Grease Monkey has a strong aroma of nutty vanilla and skunky diesel. When smoke, the high effect builds behind the eyes and then spreads to the rest of the body. It drives you to a euphoric high characterized by mental calming effects. Medicinally, this strain is a remedy for chronic pain, nausea, insomnia, loss of appetite, etc.

Hell's OG

Hell’s OG buckles down with a heavy, indica dominant breed of the strains Blackberry and OG Kush. Hell’s OG sounds scary at first, but ends up being a citrus flavored, candy-coated treat.

Hell’s OG is known for its psychoactive effects. The strain is well-known to destress consumers from mind and body, allowing for some timeless bliss. Hell's OG has been used to treat PTSD and insomnia. First-timers beware. This stuff is awesomely potent.

Ice Cream Cake

This is a tasty treat I was able to try recently. Almost as relaxing as ice cream on a hot day.
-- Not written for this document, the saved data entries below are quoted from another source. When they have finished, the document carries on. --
@pytest.mark.parametrize("zeta, wn, peak_time, overshoot, rise, settling", CASE20)
def test_step_metrics_equal_exact_second_order_values(zeta, wn, peak_time, overshoot, rise, settling):
    plant, K = second_order_loop(zeta, wn)
    metrics = simulate_responses(plant, K).step.output_metrics[0]
    # Case 20 values, quoted to 5 significant digits (reference-cases.md)
    assert metrics.peak_time == pytest.approx(peak_time, rel=2e-5)
    assert metrics.overshoot_percent == pytest.approx(overshoot, rel=2e-4)
    assert metrics.rise_time == pytest.approx(rise, rel=3e-5)
    assert metrics.settling_time == pytest.approx(settling, rel=2e-5)
    # Exact formulas tp = π/(ωn√(1−ζ²)), overshoot = e^{−πζ/√(1−ζ²)} (Ogata sec. 5-3)
    assert metrics.peak_time == pytest.approx(math.pi / (wn * math.sqrt(1 - zeta**2)), rel=1e-7)
    assert metrics.overshoot_percent == pytest.approx(100 * math.exp(-math.pi * zeta / math.sqrt(1 - zeta**2)), rel=1e-7)
    assert metrics.peak_value == pytest.approx(1 + math.exp(-math.pi * zeta / math.sqrt(1 - zeta**2)), rel=1e-9)
    assert metrics.steady_state_error == pytest.approx(0.0, abs=1e-12)


@pytest.mark.parametrize("zeta, wn, peak_time, overshoot, rise, settling", CASE20)
def test_regulation_metrics_mirror_the_step_metrics(zeta, wn, peak_time, overshoot, rise, settling):
    plant, K = second_order_loop(zeta, wn)
    metrics = simulate_responses(plant, K, initial_state=[1.0, 0.0]).initial.output_metrics[0]
    # From x0 = (1, 0) the output is 1 − (unit step response) (derived by hand from linearity), so
    # the 90→10 % fall time, undershoot past zero and settling equal case 20's step values.
    assert metrics.rise_time == pytest.approx(rise, rel=3e-5)
    assert metrics.overshoot_percent == pytest.approx(overshoot, rel=2e-4)
    assert metrics.settling_time == pytest.approx(settling, rel=2e-5)
    assert (metrics.start_value, metrics.final_value, metrics.peak_value) == (1.0, 0.0, 1.0)


def test_disturbance_metrics_of_a_second_order_loop():
    zeta, wn = 0.5, 2.0
    plant, K = second_order_loop(zeta, wn, disturbance_step=[3.0])
    metrics = simulate_responses(plant, K).disturbance.output_metrics[0]
    # An input disturbance d gives y = (d/ωn²)·(unit step response) (derived by hand): final d/ωn²,
    # overshoot as in case 20 (Ogata sec. 5-3 formula), peak time π/(ωn√(1−ζ²)).
    assert metrics.final_value == pytest.approx(3.0 / wn**2, rel=1e-12)
    assert metrics.steady_state_error == pytest.approx(-3.0 / wn**2, rel=1e-12)
    assert metrics.overshoot_percent == pytest.approx(100 * math.exp(-math.pi * zeta / math.sqrt(1 - zeta**2)), rel=1e-7)
    assert metrics.peak_time == pytest.approx(math.pi / (wn * math.sqrt(1 - zeta**2)), rel=1e-7)


def test_output_starting_at_rest_uses_its_peak_deviation_and_has_no_overshoot():
    zeta, wn = 0.5, 1.0
    plant, K = second_order_loop(zeta, wn)
    metrics = simulate_responses(plant, K, initial_state=[0.0, 1.0]).initial.output_metrics[0]
    # From x0 = (0, 1): y = e^{−ζωn t} sin(ωd t)/ωd, peak where tan(ωd t) = ωd/(ζωn)
    # (second-order impulse response, Ogata sec. 5-3, from memory)
    wd = wn * math.sqrt(1 - zeta**2)
    t_peak = math.atan2(wd, zeta * wn) / wd
    assert metrics.peak_time == pytest.approx(t_peak, rel=1e-7)
    assert metrics.peak_value == pytest.approx(math.exp(-zeta * wn * t_peak) * math.sin(wd * t_peak) / wd, rel=1e-9)
    assert math.isnan(metrics.rise_time) and "starts and ends" in metrics.reason("rise_time")
    assert math.isnan(metrics.overshoot_percent) and "starts and ends" in metrics.reason("overshoot_percent")
    # Settling band is 2 % of the peak deviation; check the settled value against the exact solution
    peak = metrics.peak_value
    ts = metrics.settling_time
    y = lambda t: math.exp(-zeta * wn * t) * math.sin(wd * t) / wd  # noqa: E731
    assert abs(y(ts)) == pytest.approx(0.02 * peak, rel=1e-6)


def test_output_that_does_not_move_has_undefined_metrics_with_a_reason():
    # Two decoupled integrators; the second state starts at rest and receives nothing (derived by hand)
    plant = Plant(A=np.zeros((2, 2)), B=np.eye(2), initial_state=[1.0, 0.0])
    metrics = simulate_responses(plant, np.eye(2)).initial.output_metrics[1]
    for name in ("rise_time", "settling_time", "overshoot_percent", "peak_value"):
        assert math.isnan(getattr(metrics, name))
        assert metrics.reason(name) == "the output does not move in this response"


def test_sampled_metrics_are_read_at_the_samples():
    plant = Plant(A=[[0.0, 1.0], [-0.16, -1.0]], B=[[0.0], [1.0]], C=[[1.0, 0.0]], sample_time=1.0)
    result = simulate_responses(plant, [[0.34, -2.0]])
    step = result.step
    # Reference: scipy.signal.dlsim of the closed loop (G − HK, H N, C, 0); metrics are samples of it
    _, y, _ = scipy.signal.dlsim((plant.A - plant.B @ [[0.34, -2.0]], plant.B * 0.5, plant.C, [[0.0]], 1.0),
                                 np.ones(len(step.time)))
    k = int(np.argmax(y[:, 0]))
    assert step.output_metrics[0].peak_time == step.time[k]
    assert step.output_metrics[0].peak_value == pytest.approx(y[k, 0], rel=1e-12)
    outside = np.flatnonzero(np.abs(y[:, 0] - 1.0) > 0.02)
    assert step.output_metrics[0].settling_time == step.time[outside[-1] + 1]


# -- equality with scipy's simulators --------------------------------------------------------------------
def closed_loop_for_lsim(plant, K, N=None):
    """Closed loop as a state-space system for scipy: inputs r (through N) or none."""
    K = np.asarray(K, dtype=float)
    A = plant.A - plant.B @ K
    C = plant.C - plant.D @ K
    if N is None:
        return A, np.zeros((plant.state_count, 1)), C, np.zeros((plant.output_count, 1))
    return A, plant.B @ N, C, plant.D @ N


def test_initial_and_step_responses_equal_scipy_lsim_and_solve_ivp():
    plant = Plant(A=CASE1_A, B=CASE1_B, C=[[1.0, 0.0, 0.0], [0.0, 1.0, 0.0]], D=[[0.0], [0.3]],
                  initial_state=[0.5, -1.0, 2.0], tracked_outputs=(0,))
    result = simulate_responses(plant, CASE1_K)
    t = result.initial.time
    # Reference: scipy.signal.lsim with zero-order-hold input (exact for a constant input)
    A, B0, C, D0 = closed_loop_for_lsim(plant, CASE1_K)
    _, y, x = scipy.signal.lsim((A, B0, C, D0), np.zeros(len(t)), t, X0=plant.initial_state, interp=False)
    assert relative_error(result.initial.states, x) < 1e-9
    assert relative_error(result.initial.outputs, y) < 1e-9
    # Reference: scipy.integrate.solve_ivp (DOP853, tight tolerances)
    solution = scipy.integrate.solve_ivp(lambda _, z: A @ z, (0, t[-1]), plant.initial_state, t_eval=t,
                                         method="DOP853", rtol=1e-13, atol=1e-15)
    assert relative_error(result.initial.states, solution.y.T) < 1e-9

    N = result.prefilter
    A, BN, C, DN = closed_loop_for_lsim(plant, CASE1_K, N)
    ts = result.step.time
    _, y, x = scipy.signal.lsim((A, BN, C, DN), np.ones(len(ts)), ts, interp=False)
    assert relative_error(result.step.states, x) < 1e-9
    assert relative_error(result.step.outputs, y) < 1e-9
    assert relative_error(result.step.inputs, N[0, 0] - result.step.states @ np.asarray(CASE1_K).T) < 1e-12
    solution = scipy.integrate.solve_ivp(lambda _, z: A @ z + BN[:, 0], (0, ts[-1]), np.zeros(3), t_eval=ts,
                                         method="DOP853", rtol=1e-13, atol=1e-15)
    assert relative_error(result.step.states, solution.y.T) < 1e-9


def test_disturbance_response_equals_scipy_lsim_for_two_inputs():
    A = [[0.0, 1.0, 0.0, 0.0], [-2.0, -0.1, 1.0, 0.0], [0.0, 0.0, 0.0, 1.0], [1.0, 0.0, -3.0, -0.2]]
    B = [[0.0, 0.0], [1.0, 0.0], [0.0, 0.0], [0.0, 1.0]]
    E = [[0.0], [0.5], [0.0], [-1.0]]
    plant = Plant(A=A, B=B, C=[[1.0, 0.0, 0.0, 0.0], [0.0, 0.0, 1.0, 0.0]], disturbance_matrix=E,
                  disturbance_step=[2.0])
    K = scipy.signal.place_poles(plant.A, plant.B, [-1.0, -1.5, -2.0 + 1.0j, -2.0 - 1.0j]).gain_matrix
    result = simulate_responses(plant, K)
    t = result.disturbance.time
    # Reference: scipy.signal.lsim of (A − BK, E, C, 0) with a constant input of 2
    _, y, x = scipy.signal.lsim((plant.A - plant.B @ K, plant.disturbance_matrix, plant.C, np.zeros((2, 1))),
                                2.0 * np.ones(len(t)), t, interp=False)
    assert relative_error(result.disturbance.states, x) < 1e-9
    assert relative_error(result.disturbance.outputs, y) < 1e-9


def test_sampled_responses_equal_scipy_dlsim():
    plant = Plant(A=[[1.0, 0.1], [0.0, 1.0]], B=[[0.005], [0.1]], C=[[1.0, 0.0]], sample_time=0.1,
                  initial_state=[1.0, -0.5])
    K = [[20.0, 6.0]]
    result = simulate_responses(plant, K)
    steps = len(result.initial.time)
    assert result.time_step == 0.1
    # Reference: scipy.signal.dlsim of the sampled closed loop
    Acl = plant.A - plant.B @ K
    _, y, x = scipy.signal.dlsim((Acl, np.zeros((2, 1)), plant.C, [[0.0]], 0.1), np.zeros(steps),
                                 x0=plant.initial_state)
    assert relative_error(result.initial.states, x) < 1e-9
    N = result.prefilter
    _, y, x = scipy.signal.dlsim((Acl, plant.B @ N, plant.C, [[0.0]], 0.1), np.ones(len(result.step.time)))
    assert relative_error(result.step.outputs, y) < 1e-9
    # input energy of a sampled loop: T Σ u[k]² over the held samples (definition, common practice, no source)
    u = result.step.inputs[:, 0]
    assert result.step.input_metrics[0].energy == pytest.approx(0.1 * np.sum(u[:-1] ** 2), rel=1e-12)


@settings(max_examples=25, deadline=None)
@given(seed=st.integers(0, 2**32 - 1), n=st.integers(1, 5), m=st.integers(1, 2))
def test_initial_response_of_random_stable_loops_equals_scipy_lsim(seed, n, m):
    rng = np.random.default_rng(seed)
    A, B = rng.normal(size=(n, n)), rng.normal(size=(n, m))
    poles = -np.sort(rng.uniform(0.3, 5.0, size=n))
    poles = poles + 1e-3 * np.arange(n)  # distinct for place_poles
    K = scipy.signal.place_poles(A, B, poles).gain_matrix
    x0 = rng.normal(size=n)
    result = simulate_responses(Plant(A=A, B=B), K, initial_state=x0)
    t = result.initial.time
    # Reference: scipy.signal.lsim of the closed loop from x0
    _, _, x = scipy.signal.lsim((A - B @ K, np.zeros((n, 1)), np.eye(n), np.zeros((n, 1))), np.zeros(len(t)), t,
                                X0=x0, interp=False)
    x = x.reshape(len(t), n)
    # Both sides compute x_N = Φᴺx0 with Φ = e^{Mh} from their own matrix exponential, so they
    # differ by rounding only. Error analysis (derived, Bauer–Fike style): with M = VDV⁻¹ and
    # ‖Φʲ‖ ≤ κ(V) for a stable loop, an error δΦ ≈ eps·(1 + ‖M‖h)·‖Φ‖ in the one-step matrix
    # (scaling and squaring: Higham, SIAM J. Matrix Anal. Appl. 26, 2005, from memory) reaches
    # x_N through Σⱼ Φʲ δΦ Φᴺ⁻¹⁻ʲ x0, at most N·κ(V)²·‖δΦ‖·‖x0‖₂, and the N roundings of the
    # products x ← Φx add less. ‖x0‖₂ ≤ √n·max|x|; 16 covers both computations and the modest
    # constants. place_poles' targets are only 1e-3 apart here, so κ(V) reaches 1e2–1e4: a fixed
    # 1e-9 failed on some examples (1.06e-8 and 2.2e-9 observed) while this bound held with a
    # factor of 400 to spare over 4000 seeded examples.
    closed = A - B @ K
    kappa = np.linalg.cond(np.linalg.eig(closed)[1])
    step = t[1] - t[0]
    tolerance = 16 * len(t) * kappa**2 * np.finfo(float).eps * (1 + np.linalg.norm(closed, 2) * step) * math.sqrt(n)
    assert relative_error(result.initial.states, x) < tolerance


# -- input energy -----------------------------------------------------------------------------------------------
def test_input_energy_of_first_order_loop_is_exact():
    a, k, x0 = 0.5, 1.5, 2.0
    plant = Plant(A=[[-a]], B=[[1.0]], initial_state=[x0])
    result = simulate_responses(plant, [[k]])
    horizon = result.initial.time[-1]
    # ∫₀ᵀ (k x0 e^{−(a+k)t})² dt = k² x0² (1 − e^{−2(a+k)T}) / (2(a+k))  (derived by hand)
    expected = k**2 * x0**2 * (1 - math.exp(-2 * (a + k) * horizon)) / (2 * (a + k))
    assert result.initial.input_metrics[0].energy == pytest.approx(expected, rel=1e-11)
    assert result.initial.input_metrics[0].peak_magnitude == pytest.approx(k * x0, rel=1e-14)


def test_input_energy_of_oscillatory_step_matches_quadrature():
    plant, K = second_order_loop(0.3, 2.0)
    result = simulate_responses(plant, K)
    A = plant.A - plant.B @ np.asarray(K)
    N = result.prefilter[0, 0]
    x_final = -np.linalg.solve(A, plant.B[:, 0] * N)

    def u_squared(t):
        # exact state x(t) = x_f − e^{At} x_f (reference: scipy.linalg.expm)
        x = x_final - scipy.linalg.expm(A * t) @ x_final
        return (N - np.asarray(K)[0] @ x) ** 2

    # Reference: scipy.integrate.quad_vec of u(t)² built from scipy.linalg.expm
    reference, _ = scipy.integrate.quad_vec(u_squared, 0.0, result.step.time[-1], epsabs=1e-13, epsrel=1e-12)
    assert result.step.input_metrics[0].energy == pytest.approx(reference, rel=1e-9)


def test_quadratic_integral_survives_fast_modes_and_long_steps():
    F = np.array([[-400.0, 1.0, 0.0], [0.0, -0.5, 2.0], [0.0, 0.0, 0.0]])
    W = np.array([[1.0, 0.2, 0.1], [0.2, 2.0, -0.3], [0.1, -0.3, 1.5]])
    h = 3.0  # ‖F‖h = 1200: a direct block exponential would overflow e^{1200}
    found = integral_of_quadratic(F, W, h)
    # Reference: scipy.integrate.quad_vec of e^{Fτ} W e^{Fᵀτ} with scipy.linalg.expm
    reference, _ = scipy.integrate.quad_vec(lambda t: scipy.linalg.expm(F * t) @ W @ scipy.linalg.expm(F * t).T,
                                            0.0, h, epsabs=1e-13, epsrel=1e-11, points=[0.01, 0.05])
    np.testing.assert_allclose(found, reference, rtol=1e-8, atol=1e-11)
Ice Cream Cake produces large, dense nuggets of golden green. Ice Cream Cake is the cross of Animal Mints and Triangle Kush. The strain mirrors flavors of vanilla for pure delight. The aroma is a classic skunky one. You can expect your sesh to encounter body relaxation and ease you into dreamland. 

Jungle Cake

Ohh! More cake! Just remember, in terms of marijuana, anytime you see cake...get it!

Jungle Cake is the cross of the strains Wifi and Wedding Cake. The strain struts in with light smells of sugar/frosting with pungent fuel.

Jungle is also another on the list to reach up to 30% THC potency. The strength ensures a lasting, powerful high.

Sour Diesel

And last, but most certainly not least. A legendary favorite. Sour Diesel, the popular sativa that just doesn’t slow down. Sour Diesel is a perfect addition to a day of adventure. Sour diesel is a long-lasting strain that will leave you stress-free and relieve any pains you may have.

Being a 90% sativa dominant strain, the high you will feel from Sour Diesel can help you access hallways of creativity. This strain is typically pretty high in THC being between 20-25%. Sour Diesel is rich with citrus flavor and robust gassy smells. The strain is known to help anxiety, depression, and fatigue.